MicroRNAs or miRNAs represent an important class of small regulatory RNAs that are intrinsic to post-transcriptional gene control. They are approximately 22 nucleotides in length and regulate the expression of as much as 30% of all mammalian protein-encoding genes.
Although they have important roles in healthy individuals, miRNAs have also been implicated in a wide range of diseases – including different types of cancers, heart conditions and neurological diseases. As a consequence, miRNAs are intensely studied as promising candidates for diagnostic and prognostic biomarkers, as well as predictors of drug response.
The role of miRNAs in malignancies
Experimental approaches have shown that some miRNAs act as tumor suppressors, and other ones as oncogenes; hence they have important roles in cancer development, progression of the disease and its prognosis. Dysregulation of miRNAs is linked to the development of cancer.

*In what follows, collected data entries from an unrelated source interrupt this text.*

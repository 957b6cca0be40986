"""Which steps matter, through the service: a spec names outputs in sensitivity.rank, the worker
ranks the parameters, the result serves the ranking in JSON (sensitivity.ranking) and as CSV
(?table=ranking); bad outputs are 422s naming the field.

Real Redis, the worker's own run_job in this process (real engine), the API through Flask's
test client. Oracle: A -> B -> C first order, B(T) = A0 k1/(k2 - k1) (exp(-k1 T) - exp(-k2 T))
(any kinetics textbook); its logarithmic derivatives by hand:
d ln B / d ln k1 = 1 + k1/(k2 - k1) - k1 T exp(-k1 T) / (exp(-k1 T) - exp(-k2 T)),
d ln B / d ln k2 = -k2/(k2 - k1) + k2 T exp(-k2 T) / (exp(-k1 T) - exp(-k2 T)).
"""
import csv
import io
import math

import pytest

from worker.run_job import run_job

K1, K2, T = 0.8, 0.3, 6.0
CHAIN = {
    "label": "chain with a ranking",
    "model": {"states": {"A": 1.0, "B": 0.0, "C": 0.0}, "parameters": {"k1": K1, "k2": K2},
              "reactions": [{"name": "first", "equation": "A -> B", "k": "k1"},
                            {"name": "second", "equation": "B -> C", "k": "k2"}]},
    "span": [0.0, T], "output": {"count": 121}, "tolerance": {"rtol": 1e-10, "atol": 1e-14},
    "sensitivity": {"parameters": ["k1", "k2"],
                    "rank": [{"state": "B", "summary": "final"},
                             {"state": "B", "summary": "max"},
                             {"state": "C", "summary": "crossing", "value": 0.5}]},
}


def run(client, store, spec) -> str:
    r = client.post("/v1/jobs", json=spec)
    assert r.status_code == 202, r.get_json()
    job_id = r.get_json()["id"]
    run_job(store, job_id)
    return job_id


def test_the_result_carries_the_ranking(client, store):
    body = client.get(f"/v1/jobs/{run(client, store, CHAIN)}/result").get_json()
    final, peak, crossing = body["sensitivity"]["ranking"]
    assert final["output"] == {"state": "B", "summary": "final"} and final["label"] == "final B"
    e1, e2 = math.exp(-K1 * T), math.exp(-K2 * T)
    assert final["value"] == pytest.approx(K1 / (K2 - K1) * (e1 - e2), rel=1e-8)
    want = {"k1": 1 + K1 / (K2 - K1) - K1 * T * e1 / (e1 - e2), "k2": -K2 / (K2 - K1) + K2 * T * e2 / (e1 - e2)}
    got = {e["wrt"]: e for e in final["entries"]}
    assert {k: got[k]["normalised"] for k in want} == pytest.approx(want, rel=1e-7)
    assert got["k1"]["reactions"] == ["first"] and got["k2"]["reactions"] == ["second"]
    assert [e["wrt"] for e in final["entries"]] == sorted(want, key=lambda k: -abs(want[k]))
    # B_max depends on k1/k2 only: its two normalised sensitivities cancel
    assert sum(e["normalised"] for e in peak["entries"]) == pytest.approx(0.0, abs=1e-7)
    assert peak["t"] == pytest.approx(math.log(K1 / K2) / (K1 - K2), rel=1e-7)
    # C passes 0.5 later when either step is slower: both delays' sensitivities negative
    assert crossing["output"] == {"state": "C", "summary": "crossing", "value": 0.5, "direction": "both"}
    assert crossing["value"] == crossing["t"] and all(e["normalised"] < 0 for e in crossing["entries"])


def test_the_ranking_as_csv(client, store):
    job_id = run(client, store, CHAIN)
    r = client.get(f"/v1/jobs/{job_id}/result?table=ranking")
    assert r.status_code == 200 and r.mimetype == "text/csv"
    assert "ranking.csv" in r.headers["Content-Disposition"]
    lines = r.get_data(as_text=True).splitlines()
    assert lines[0].startswith("#")  # the caution, as every CSV of ours
    rows = list(csv.DictReader(lines[1:]))
    assert [r["output"] for r in rows] == ["final B"] * 2 + ["max B"] * 2 + ["crossing C=0.5"] * 2
    assert [r["rank"] for r in rows[:2]] == ["1", "2"]
    body = client.get(f"/v1/jobs/{job_id}/result").get_json()
    first = body["sensitivity"]["ranking"][0]["entries"][0]
    assert rows[0]["wrt"] == first["wrt"] and float(rows[0]["normalised"]) == first["normalised"]
    assert rows[0]["reactions"] == ";".join(first["reactions"])
    assert client.get(f"/v1/jobs/{job_id}/result?table=ranking&format=csv").status_code == 200
    assert client.get(f"/v1/jobs/{job_id}/result?table=outputs&format=csv").mimetype == "text/csv"


def test_no_ranking_bad_table_and_other_formats(client, store):
    job_id = run(client, store, CHAIN)
    r = client.get(f"/v1/jobs/{job_id}/result?table=ranking&format=npz")
    assert r.status_code == 406 and "sensitivity.ranking" in r.get_json()["detail"]
    r = client.get(f"/v1/jobs/{job_id}/result?table=rank")
    assert r.status_code == 400 and r.get_json()["errors"][0]["pointer"] == "/query/table"
    plain = dict(CHAIN, sensitivity={"parameters": ["k1"]})
    other = run(client, store, plain)
    assert "ranking" not in client.get(f"/v1/jobs/{other}/result").get_json()["sensitivity"]
    r = client.get(f"/v1/jobs/{other}/result?table=ranking")
    assert r.status_code == 404 and r.get_json()["type"].endswith("/no-ranking")


def test_a_queued_job_has_no_ranking_yet(client):
    job_id = client.post("/v1/jobs", json=CHAIN).get_json()["id"]
    r = client.get(f"/v1/jobs/{job_id}/result?table=ranking")
    assert r.status_code == 409 and r.headers["Retry-After"] == "1"


@pytest.mark.parametrize("item, pointer, words", [
    ({"state": "BB", "summary": "max"}, "/sensitivity/rank/0/state", "did you mean 'B'"),
    ({"state": "B", "summary": "peak"}, "/sensitivity/rank/0/summary", "must be one of"),
    ({"state": "B", "summary": "at"}, "/sensitivity/rank/0/t", "is required for summary 'at'"),
    ({"state": "B", "summary": "at", "t": 7}, "/sensitivity/rank/0/t", "must lie in the span"),
    ({"state": "B", "summary": "crossing"}, "/sensitivity/rank/0/value", "is required for summary 'crossing'"),
    ({"state": "B", "summary": "max", "value": 1}, "/sensitivity/rank/0/value", "only for summary 'crossing'"),
    ({"state": "B", "summary": "crossing", "value": 1, "direction": "up"}, "/sensitivity/rank/0/direction",
     "must be one of"),
])
def test_bad_outputs_are_422_naming_the_field(client, item, pointer, words):
    r = client.post("/v1/jobs", json=dict(CHAIN, sensitivity={"parameters": ["k1"], "rank": [item]}))
    assert r.status_code == 422
    errors = r.get_json()["errors"]
    assert any(e["pointer"] == pointer and words in e["detail"] for e in errors), errors


def test_too_many_outputs_are_refused(client):
    rank = [{"state": "B", "summary": "final"}] * 21
    r = client.post("/v1/jobs", json=dict(CHAIN, sensitivity={"parameters": ["k1"], "rank": rank}))
    assert r.status_code == 422 and "/sensitivity/rank" in str(r.get_json())


def test_machine_code_of_a_sensitivity_job_is_not_served_to_a_plain_job(client, store):
    # the augmented model (states and sensitivities) shares the model's content hash; the
    # machine-code kernels a process keeps must still be told apart, in either order and for
    # different sensitivity parameters (9, 6 and 3 equations for the same chain)
    model = dict(CHAIN["model"], title="machine code twice")
    jobs = [dict(CHAIN, model=model, machine_code="always", sensitivity={"parameters": ["k1", "k2"]}),
            dict(CHAIN, model=model, machine_code="always", sensitivity={"parameters": ["k2"]}),
            {k: v for k, v in dict(CHAIN, model=model, machine_code="always").items() if k != "sensitivity"},
            dict(CHAIN, model=model, machine_code="always", sensitivity={"parameters": ["k1", "k2"]})]
    for spec in jobs:
        job_id = run(client, store, spec)
        body = client.get(f"/v1/jobs/{job_id}/result").get_json()
        assert body["outcome"] == "succeeded", body["message"]
        assert body["report"]["machine_code"]["used"] is True
        want = spec.get("sensitivity", {}).get("parameters")
        assert (body["sensitivity"]["wrt"] if want else None) == want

The first example of a miRNA as an oncogene is miR-155, which is processed from the non-coding B-cell integration cluster RNA. This was first identified as a common integration site in lymphoma induced by avian leukosis virus (ALV). Later it was found that miR-155 expression is elevated in Hodgkin lymphoma samples and cell lines, as well as in juvenile Burkitt's lymphoma.
The human ortholog of lin-4, miR-125b-1, has been implicated in the development of leukemia (especially at an early step in leukemogenesis). This miRNA is also located in a fragile genomic region which is deleted in patients with breast, cervical, ovary and lung cancers. miR-15a and miR-15-1 are involved in the development of chronic lymphocytic leukemia.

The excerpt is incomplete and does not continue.